Dunia bisnis yang semakin kompetitif pun menjadikan merek bukan hanya sekadar nama atau logo, melainkan juga aset berharga yang membedakan produk atau layanan dari kompetitornya. 

Namun, tidak sedikit merek turun-temurun, yang telah berkontribusi besar terhadap perkembangan suatu industri, rentan terhadap pencurian dan penyalahgunaan. 

Penting untuk diingat bahwa berdasarkan Undang-Undang Nomor 20 Tahun 2016 tentang Merek dan Indikasi Geografis (UU 20/2016), suatu merek baru bisa mendapatkan perlindungan dari negara apabila telah didaftarkan terlebih dahulu oleh pemiliknya.

Lantas, mengapa merek turun temurun rentan terhadap pencurian? Kemudian, bagaimana dampaknya terhadap pemiliknya dan juga konsumen?

Baca juga: Tips agar Permohonan Pendaftaran Merek Diterima

Penyebab Merek Turun-temurun Dapat Dicuri

Penyebab utama suatu merek turun-temurun digunakan oleh orang lain tanpa seizin pemilik pertamanya adalah karena suatu merek tidak dilindungi dengan baik melalui mekanisme pendaftaran. 

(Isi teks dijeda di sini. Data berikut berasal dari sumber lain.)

"""Aircraft, configuration and flight of a load document: what is read, and each refusal word for word."""

from dataclasses import replace
from datetime import UTC, datetime, timedelta, timezone
from typing import Any

import pytest

from loads.balance.aboard import Flight, Outline
from loads.balance.outline import read_outline
from records.refusal import Invalid
from tests.pure.loads.making import load

DEPARTURE = datetime(2026, 12, 1, 8, 30, tzinfo=timezone(timedelta(hours=-6)))
FLIGHT = Flight("KT-214", 1, DEPARTURE, "XNAL", "XKOR", "passenger-charter", None)
EARLIER = "0B5C6F1e-92a4-4d3b-8E77-5a1f0c2d9b34"
TIME_FORM = "not a date and time; write it like 2026-12-01T08:30:00-06:00"
NO_SUCH_TIME = "no such date, time or offset; correct it"
NO_OFFSET = "the offset from UTC is missing; add it, such as -06:00, or Z for UTC"
NO_LOAD = "not the id of a load; write the id its answer gave"
MISSING = "this field is needed and nothing is assumed; state it"


def flying(**changes: Any) -> dict[str, Any]:
    """The sound load with fields of its flight exchanged; None takes one out."""
    made = load()
    made["flight"] = {name: value for name, value in (made["flight"] | changes).items() if value is not None}
    return made


def faults_of(document: Any) -> list[tuple[str, str]]:
    with pytest.raises(Invalid) as refused:
        read_outline(document)
    return [(fault.pointer, fault.detail) for fault in refused.value.faults]


def test_the_outline_of_a_sound_load() -> None:
    assert read_outline(load()) == Outline("Q9-KTB", "six-seat", FLIGHT)


def test_the_leg_before_is_named_by_the_id_of_its_load_in_small_letters() -> None:
    found = read_outline(flying(follows=EARLIER))

    assert found.flight == replace(FLIGHT, follows="0b5c6f1e-92a4-4d3b-8e77-5a1f0c2d9b34")


@pytest.mark.parametrize(
    ("typed", "read"),
    [
        ("2026-12-01T08:30Z", datetime(2026, 12, 1, 8, 30, tzinfo=UTC)),
        ("2026-12-01T08:30:15.25+05:30", datetime(2026, 12, 1, 3, 0, 15, 250_000, tzinfo=UTC)),
        ("1950-01-01T00:00:00Z", datetime(1950, 1, 1, tzinfo=UTC)),
        ("2150-12-31T23:59:59Z", datetime(2150, 12, 31, 23, 59, 59, tzinfo=UTC)),
    ],
)
def test_a_departure_in_any_offset(typed: str, read: datetime) -> None:
    assert read_outline(flying(departure=typed)).flight.departure == read


@pytest.mark.parametrize(
    ("field", "value", "detail"),
    [
        ("departure", "tomorrow", TIME_FORM),
        ("departure", "2026-12-01 08:30:00Z", TIME_FORM),
        ("departure", "2026-12-01T08:30:00.1234567Z", TIME_FORM),
        ("departure", "2026-12-01T08:30:00", NO_OFFSET),
        ("departure", "2026-02-30T08:30:00Z", NO_SUCH_TIME),
        ("departure", "2026-12-01T08:30:00+99:00", NO_SUCH_TIME),
        ("departure", "1949-12-31T23:59:59Z", "the year 1949 is not a flight's; correct it"),
        ("departure", "2151-01-01T00:00:00Z", "the year 2151 is not a flight's; correct it"),
        ("departure", "2" * 65, "65 characters; at most 64 are kept, so shorten it"),
        ("follows", "KT-213", NO_LOAD),
        ("follows", f"{EARLIER}0", NO_LOAD),
        ("follows", 7, "a text is needed here; write it in quotes"),
        ("leg", 0, "out of range; write a number from 1 to 99"),
        ("leg", 100, "out of range; write a number from 1 to 99"),
        ("reference", "R" * 65, "65 characters; at most 64 are kept, so shorten it"),
        ("origin", "O" * 81, "81 characters; at most 80 are kept, so shorten it"),
        ("destination", "D" * 81, "81 characters; at most 80 are kept, so shorten it"),
        ("operation", "O" * 81, "81 characters; at most 80 are kept, so shorten it"),
        (
            "colour",
            "blue",
            "no such field here; the fields are reference, leg, departure, origin, destination, operation, "
            "follows",
        ),
    ],
)
def test_one_spoiled_field_of_the_flight_is_named_with_what_is_wrong(
    field: str, value: Any, detail: str
) -> None:
    assert faults_of(flying(**{field: value})) == [(f"/flight/{field}", detail)]


@pytest.mark.parametrize("field", ["reference", "leg", "departure", "origin", "destination", "operation"])
def test_a_field_of_the_flight_that_is_missing_is_asked_for(field: str) -> None:
    assert faults_of(flying(**{field: None})) == [(f"/flight/{field}", MISSING)]


@pytest.mark.parametrize("field", ["aircraft", "configuration"])
def test_aircraft_and_configuration_are_words_of_64_characters(field: str) -> None:
    too_long = [(f"/{field}", "65 characters; at most 64 are kept, so shorten it")]

    assert faults_of(load(**{field: "W" * 65})) == too_long
    read_outline(load(**{field: "W" * 64}))


def test_the_longest_words_and_legs_are_read() -> None:
    found = read_outline(
        flying(reference="R" * 64, leg=99, origin="O" * 80, destination="D" * 80, operation="P" * 80)
    )

    assert found.flight == Flight("R" * 64, 99, DEPARTURE, "O" * 80, "D" * 80, "P" * 80, None)


def test_a_load_without_a_flight_or_of_another_form_has_no_outline() -> None:
    made = load()
    del made["flight"]

    assert faults_of(made) == [("/flight", MISSING)]
    assert faults_of("load") == [("", "an object is needed here; write {...} with named fields")]
    assert faults_of(load(schema="load/2")) == [
        ("/schema", "not one of the words used here; write tarebook.load/1")
    ]
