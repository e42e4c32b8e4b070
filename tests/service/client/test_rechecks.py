"""What the client asks for when loads are to be computed again, and what it makes of the answers."""

import json
from datetime import UTC, datetime

import pytest

from service.client import AnswerUnusable, Tarebook
from tests.service.client.told_server import Turn, telling

NUMBER = "01a23107-3d72-7a66-8157-3ea0a197a14a"
ROW = {
    "load": NUMBER,
    "aircraft": "Q9-KTB",
    "reference": "KT-214",
    "leg": 1,
    "departure": "2026-12-01T08:30:00-06:00",
    "signed_verdict": "within",
    "verdict_now": "outside",
    "limit": "ramp weight",
    "excess": "93 lb above the limit",
}
STANDS = {
    "id": NUMBER,
    "state": "running",
    "progress": {"loads": 3, "done": 1},
    "counts": {"same": 1},
    "flights": [ROW],
}


def client(server) -> Tarebook:
    return Tarebook(server.address, "tb_only-for-tests")


def test_only_what_was_named_is_sent() -> None:
    with telling(Turn(202, STANDS)) as server:
        asked = client(server).ask_recheck(
            "Q9-KTB", empty_weight=NUMBER, since=datetime(2026, 1, 1, tzinfo=UTC), key="one"
        )

    assert (asked.state, asked.loads, asked.done) == ("running", 3, 1)
    assert json.loads(server.asked[0].body) == {
        "aircraft": "Q9-KTB",
        "empty_weight": NUMBER,
        "from": "2026-01-01T00:00:00+00:00",
    }
    assert server.keys() == ["one"]


def test_the_table_is_read_page_by_page() -> None:
    link = {"Link": f'</api/v1/rechecks/{NUMBER}?after=0.7>; rel="next"'}
    with telling(Turn(200, STANDS, link), Turn(200, STANDS)) as server:
        flights = list(client(server).rechecked_flights(NUMBER))

    assert [one.verdict_now for one in flights] == ["outside", "outside"]
    assert server.asked[1].path == f"/api/v1/rechecks/{NUMBER}?after=0.7"


def test_the_csv_is_text() -> None:
    with telling(Turn(200, b"load,aircraft\r\n")) as server:
        assert client(server).recheck_table(NUMBER) == "load,aircraft\r\n"
    assert server.asked[0].headers["Accept"] == "text/csv"
    with telling(Turn(200, b"\xff")) as server, pytest.raises(AnswerUnusable):
        client(server).recheck_table(NUMBER)


def test_an_answer_of_another_form_and_an_instant_without_offset_are_refused() -> None:
    with telling(Turn(200, {"id": NUMBER})) as server:
        with pytest.raises(AnswerUnusable):
            client(server).recheck(NUMBER)
        with pytest.raises(ValueError, match="offset"):
            client(server).ask_recheck(since=datetime(2026, 1, 1))  # noqa: DTZ001  # the point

Kerap kali, para pemilik merek yang sudah turun-temurun tersebut abai untuk mengecek apakah merek yang dimilikinya tersebut telah terdaftar atau belum.

Padahal, pendaftaran merek adalah hal yang krusial untuk dapat melindungi merek dari pencurian. 

Berdasarkan UU 20/2016, negara hanya memberikan hak eksklusif kepada pemilik yang mendaftarkan mereknya. Jika sudah mendapat hak eksklusif, maka dapat menggunakan atau memanfaatkan mereknya serta memberikan izin kepada orang lain untuk menggunakan mereknya tersebut (Pasal 1 angka 5 UU 20/2016).

Baca juga: Beberapa Alasan Pendaftaran Merek Bisa Ditolak

Dengan adanya hak eksklusif tersebut, maka timbul pula hak bagi pemilik merek terdaftar untuk menuntut atau melaporkan pihak yang diketahui menggunakan mereknya tanpa izin. 

Pemilik merek turun-temurun yang tidak mendaftarkan mereknya dapat berisiko ke depannya.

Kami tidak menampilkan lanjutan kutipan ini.